Until your message I have planned to rely exclusively on manual alignment of a reconstructed scene with OSM streets and GPS tracks with the help of stretching, rotation and translation (like it is done in Microsoft Photosynth).
Let’s see what one can achieve with automatic alignment provided that photos are geo-referenced.
Please note that it is possible to geo-reference photos even if the camera itself doesn’t have a GPS chip. One needs an external GPS-tracker which inserts time stamps into each entry in the GPS track. Comparing those time stamps with ones in photos one can assign a pair of longitude and latitude to each photo in question. That’s how mapping is often done in the OSM project. Further details: http://wiki.openstreetmap.org/wiki/Photo_mapping
If we found that the height was inaccurate could we at least align to ground level, possibly query a database for ground elevation at that lat long? That might give us an accurate top-down view. It seems to me that even if it is as accurate as we want, it would be a worth while first step.
I found a very interesting read regarding aligning SfM solutions to existing map data. Towards the end of the article they show data aligned using only GPS data. They then use the estimate from the GPS data to initialize their search.
I wonder if one can’t do better with GPS than they did. They are using Flicker photographs, whose geotag quality can only be determined algorithmically, in this case using RANSAC. I would be curious to see what one gets when ensuring the quality of the GPS measurements.
The other thing is that their method require aerial photography or existing accurate maps. . . possibly we could use Yahoo!'s aerial imagery.

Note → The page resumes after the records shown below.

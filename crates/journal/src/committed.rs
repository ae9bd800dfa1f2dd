//! Proof that a command's intent is on disk.
//!
//! ```compile_fail,E0308
//! // A bare permit does not leave ...
//! fn send(command: journal::Committed) -> u64 {
//!     command.permit().command()
//! }
//! fn bare(permit: record::Permit) -> u64 {
//!     send(permit)
//! }
//! ```
//! ```compile_fail,E0451
//! // ... nor can one be declared committed outside this crate.
//! fn forge(intent: record::Intent) -> journal::Committed {
//!     journal::Committed { intent, seq: 1 }
//! }
//! ```
//! The same functions without the offending act compile, so the failures above are the ones meant:
//! ```
//! fn send(command: journal::Committed) -> u64 {
//!     command.permit().command()
//! }
//! fn committed(command: journal::Committed) -> u64 {
//!     send(command)
//! }
//! ```

use record::{Intent, Permit, Row};

use crate::JournalError;

/// A permit whose intent has been committed and read back. Not `Clone`: it leaves once.
#[derive(PartialEq, Debug)]
pub struct Committed {
    intent: Intent,
    seq: u64,
}

impl Committed {
    /// Only after the commit, with the row as it was read back from the file.
    pub(crate) fn new(intent: Intent, row: &Row) -> Result<Self, JournalError> {
        let seq = row.seq;
        intent.agrees(row).map_err(|source| JournalError::Permit { seq, source })?;
        Ok(Self { intent, seq })
    }

    pub fn permit(&self) -> &Permit {
        self.intent.permit()
    }

    /// The sequence of its intent's row.
    pub fn seq(&self) -> u64 {
        self.seq
    }
}
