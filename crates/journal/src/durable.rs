//! A name that stays: renamed, and the folder synced, which SQLite and the standard library leave
//! to their caller.

use std::fs::{self, File};
use std::io;
use std::path::Path;

pub(crate) fn rename(from: &Path, to: &Path) -> io::Result<()> {
    fs::rename(from, to)?;
    File::open(to.parent().unwrap_or(Path::new(".")))?.sync_all()
}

Ok, if we know up-direction (estimated automatically or set manually) and set height above the sea level to zero for all cameras we are coming to 2D problem instead of 3D. As a side result the algorithm you’ve talked about should yield a scale coefficient (only one, right?). If we apply a scale transformation to z coordinate of each reconstructed point we should get its height in meters. Right?
Given 4 or more gps and corresponding camera locations we can calculate a transformation matrix that will translate, rotate and uniformally scale our point set. So this means that UP aught to be roughly along our up axis and we can estimate height in meters. If we have very accurate GPS, say around 1 meter of error, I think our alignment will look pretty good with this method. Especially if we have nice spread out measurements. Without accurate height measurements we have to rely on elevation data and the assumption that the photographs were taken at ground level.
I did some quick tests today using an iPhone I can see that the GPS will give us a rough placement (I haven’t written any code yet, I got hung up trying to get a good reconstruction). Also I need a better way of geotagging my photographs. Right now I’m using an iPhone app called Trails and gpicsync - Trails seemed to take infrequent measurements.